= Carnegie Mellon University Usable Privacy and Security Laboratory =

The Carnegie Mellon University Usable Privacy and Security Laboratory (CUPS) is a research centre at Carnegie Mellon University. Its research is focused on developing methods to make security systems more usable and intuitive.

== Projects ==
- P3P and computer-readable privacy policies
  - Two members of the CUPS Lab are members of the W3C P3P Working Group, working on developing the P3P 1.1 specification.
  - In the fall of 2005, AT&T gave the rights to the source code and trademarks surrounding Privacy Bird, their P3P user-agent. Privacy Bird is currently maintained and distributed by the lab.

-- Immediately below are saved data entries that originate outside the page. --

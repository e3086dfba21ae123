package org.specimenledger.testsupport;

import static org.assertj.core.api.Assertions.assertThat;

import java.io.ByteArrayInputStream;
import java.io.IOException;
import java.nio.charset.StandardCharsets;
import java.nio.file.Files;
import java.nio.file.Path;
import java.util.zip.ZipEntry;
import java.util.zip.ZipInputStream;

/** Unpacks a downloaded zip (an audit bundle) into a folder, as an outside checker would, refusing entries that leave it. */
public final class Zips {

    private Zips() {
    }

    public static void unzip(byte[] zip, Path to) throws IOException {
        try (ZipInputStream in = new ZipInputStream(new ByteArrayInputStream(zip), StandardCharsets.UTF_8)) {
            for (ZipEntry e; (e = in.getNextEntry()) != null; ) {
                Path target = to.resolve(e.getName()).normalize();
                assertThat(target.startsWith(to)).isTrue();
                Files.createDirectories(target.getParent());
                Files.write(target, in.readAllBytes());
            }
        }
    }
}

  - In the summer of 2005, the lab made available to the public a "P3P-enabled search engine", known as Privacy Finder. It allowed a user to reorder search results based on whether each site complied with his or her privacy preferences. This information was gleaned from P3P policies found on the web sites. Since 2012, Privacy Finder has been "temporarily out of service", with no indication of when service would be restored.
  - Additionally, the lab archives web sites privacy policies and has been creating a toolkit to aid in the automated analysis of both P3P policies as well as natural language privacy policies.
- Supporting trust decisions
  - More recently, the lab is examining trends in phishing attacks as well as users' perceptions of these attacks to develop better methods of detecting and reporting phishing messages.